**Goal of the exercise:** Look through the data that follows and say how many of its lines contain "EpisodePage", giving the number only.

**Given records:**
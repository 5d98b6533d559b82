"""What a handover sheet says, as shapes with every word ready: one page for the ward, one per episode."""

from __future__ import annotations

from dataclasses import dataclass

from app.sheet.chart_data import ShiftChart
from app.sheet.gas_table import GasRow
from app.telling.caution_texts import CAUTION

Fact = tuple[str, str]
TIERS = ("escalate", "concern", "remark")


@dataclass(frozen=True, slots=True)
class FlagLine:
    """One flag: its tier, its head on one line, its evidence, and where the marker comes from."""

    tier: str
    head: str
    evidence: str
    source: str
    is_open: bool
    is_strongest: bool = True
    marker: str = ""
    """Its name and tier alone, e.g. `SpO2 below range (concern)`."""
    spell: str = ""
    """From when until when it was met, or when and by whom it was settled."""
    is_settled: bool = False
    """Whether somebody settled it; a closed flag that nobody settled is no longer met."""


@dataclass(frozen=True, slots=True)
class ChangeLine:
    """One change of the shift: when, what, and what followed in words."""

    at: str
    what: str
    response: str
    verdict: str = ""
    brief: str = ""
    """What followed in a few words, for a page that has no room for all of them."""


@dataclass(frozen=True, slots=True)
class WardRow:
    """One episode on the ward's page. `tier` is its strongest open flag's, or "" for none."""

    number: int
    label: str
    who: str
    tier: str
    state: str
    change_of_state: str
    support: str
    response: str
    flags: tuple[str, ...]
    remarks: str
    due: str
    limits: str
    ended: bool = False
    action: str = ""
    """What is planned and who was told, where something is to be done; "" elsewhere."""
    sign: str = ""
    """The verdict that its sign shows: never a better that hides a relapse."""
    is_limited: bool = False
    """Whether treatment has a limit."""

    @property
    def is_grave(self) -> bool:
        """Whether the response is to be read as strongly as the state."""
        return self.sign in ("worse", "mixed")


@dataclass(frozen=True, slots=True)
class WardPage:
    """The page for the ward."""

    title: str
    shift: str
    see_first: str
    rows: tuple[WardRow, ...]
    due: tuple[str, ...]
    """Gases that are due, a line each."""
    missing: tuple[str, ...]
    skin: str = ""
    """All checks of the skin that are due, in one line."""
    quiet: str = ""
    """That nothing was logged for any episode since a moment well before the shift's end; "" elsewhere."""
    due_other: tuple[str, ...] = ()
    """Other due items, a line for each kind."""
    compared: str = ""
    """What the pages of the episodes are compared with: the last closed handover, or the shift's start."""


@dataclass(frozen=True, slots=True)
class PageBrevity:
    """How much of a page is said shorter or left out so that it fits; what is left out is said to be."""

    since: bool = False
    """Flags raised and gone since the last handover are counted, not named twice."""
    due: bool = False
    """Due items without their reasons."""
    ended: bool = False
    """Flags no longer met by their names alone."""
    weaker_evidence: bool = False
    """Evidence of flags that stand under a stronger one is left to the record."""
    checks: int = 0
    """So many things to check are left out, the last first."""
    changes: int = 0
    """So many of the oldest changes stand in one paragraph with their verdict alone."""
    changes_out: int = 0
    gases_out: int = 0
    """So many of the oldest are left out."""
    evidence_of: frozenset[str] = frozenset(TIERS)
    """Tiers whose flags stand with their evidence; that of the others is left to the record."""


@dataclass(frozen=True, slots=True)
class EpisodePage:
    """The page of one episode."""

    label: str
    subtitle: str
    place: int
    tier: str
    standing: str
    facts: tuple[Fact, ...]
    support: tuple[Fact, ...]
    """Since when, hours on the mask, settings now, leak and interface."""
    changes: tuple[ChangeLine, ...]
    chart: ShiftChart
    gases: tuple[GasRow, ...]
    flags: tuple[FlagLine, ...]
    due: tuple[str, ...]
    care: tuple[Fact, ...]
    told: tuple[str, ...]
    """Calls made, each with whom and the answer."""
    plan: tuple[Fact, ...]
    """If this by then, do that; agreed with whom; breaks and night; jobs not done."""
    remark: str
    to_check: tuple[str, ...]
    levers: tuple[str, ...] = ()
    """What could act, each with its reason and what limits it."""
    since_head: str = ""
    since: tuple[str, ...] = ()
    """What is otherwise than was handed over, a sentence each."""
    since_short: tuple[str, ...] = ()
    """The same with its flags counted: they stand with their times among the flags of the page."""
    brief: PageBrevity = PageBrevity()


@dataclass(frozen=True, slots=True)
class SheetContent:
    """A whole handover, its foot lines and who gives and takes it ("" leaves a line to sign)."""

    ward: WardPage
    episodes: tuple[EpisodePage, ...]
    head: str
    printed: str
    given_by: str = ""
    taken_by: str = ""
    caution: str = CAUTION
    gas_unit: str = "mmHg"
    signed_at: str = ""
    """When it was given and taken, for one that is closed; "" leaves room to write it."""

**Response:** 2